Segment Open
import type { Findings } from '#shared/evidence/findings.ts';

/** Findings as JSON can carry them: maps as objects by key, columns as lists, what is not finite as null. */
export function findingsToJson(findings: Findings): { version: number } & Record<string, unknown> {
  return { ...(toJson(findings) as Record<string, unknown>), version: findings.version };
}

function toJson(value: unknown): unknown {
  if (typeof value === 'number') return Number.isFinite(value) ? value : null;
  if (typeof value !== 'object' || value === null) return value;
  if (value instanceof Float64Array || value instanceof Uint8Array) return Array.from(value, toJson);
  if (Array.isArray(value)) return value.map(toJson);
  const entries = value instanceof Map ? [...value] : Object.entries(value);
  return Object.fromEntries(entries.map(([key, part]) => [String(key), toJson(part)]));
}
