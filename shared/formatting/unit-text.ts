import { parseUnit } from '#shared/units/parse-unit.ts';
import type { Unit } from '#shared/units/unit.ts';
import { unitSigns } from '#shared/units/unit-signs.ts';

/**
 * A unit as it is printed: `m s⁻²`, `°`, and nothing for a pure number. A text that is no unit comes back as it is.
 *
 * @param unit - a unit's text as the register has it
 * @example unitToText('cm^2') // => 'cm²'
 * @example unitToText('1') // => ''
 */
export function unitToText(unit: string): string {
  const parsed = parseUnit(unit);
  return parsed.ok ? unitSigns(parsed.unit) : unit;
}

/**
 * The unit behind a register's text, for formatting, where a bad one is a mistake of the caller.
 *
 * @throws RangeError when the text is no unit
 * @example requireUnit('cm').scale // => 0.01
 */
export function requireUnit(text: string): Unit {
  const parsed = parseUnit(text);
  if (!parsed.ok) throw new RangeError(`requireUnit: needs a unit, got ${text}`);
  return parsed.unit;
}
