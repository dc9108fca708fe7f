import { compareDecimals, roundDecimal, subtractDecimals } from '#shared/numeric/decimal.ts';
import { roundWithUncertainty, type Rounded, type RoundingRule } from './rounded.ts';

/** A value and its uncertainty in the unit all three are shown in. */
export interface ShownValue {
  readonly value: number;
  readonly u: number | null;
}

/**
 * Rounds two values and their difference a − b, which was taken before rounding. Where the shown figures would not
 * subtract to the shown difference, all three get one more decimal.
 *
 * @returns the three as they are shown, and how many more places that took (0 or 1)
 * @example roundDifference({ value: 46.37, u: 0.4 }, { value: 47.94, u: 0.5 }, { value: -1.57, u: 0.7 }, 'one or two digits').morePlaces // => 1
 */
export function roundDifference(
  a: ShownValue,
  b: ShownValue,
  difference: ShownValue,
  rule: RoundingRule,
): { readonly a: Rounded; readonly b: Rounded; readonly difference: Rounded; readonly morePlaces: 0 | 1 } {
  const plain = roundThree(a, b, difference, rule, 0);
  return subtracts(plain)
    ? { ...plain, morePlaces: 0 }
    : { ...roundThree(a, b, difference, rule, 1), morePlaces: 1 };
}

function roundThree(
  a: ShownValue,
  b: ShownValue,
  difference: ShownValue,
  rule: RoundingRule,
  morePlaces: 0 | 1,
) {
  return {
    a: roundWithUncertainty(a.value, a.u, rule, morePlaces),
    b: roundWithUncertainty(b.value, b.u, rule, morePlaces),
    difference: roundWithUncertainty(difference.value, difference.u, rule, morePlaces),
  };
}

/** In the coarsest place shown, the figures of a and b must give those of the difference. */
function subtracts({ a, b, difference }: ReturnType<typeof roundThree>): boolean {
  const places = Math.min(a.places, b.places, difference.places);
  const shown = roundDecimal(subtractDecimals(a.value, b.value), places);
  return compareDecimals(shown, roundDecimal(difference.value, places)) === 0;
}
Segment Closed
Check each line of the records for the word "instanceof", then state how many lines have it, as a number only.

WRITTEN ANSWER
2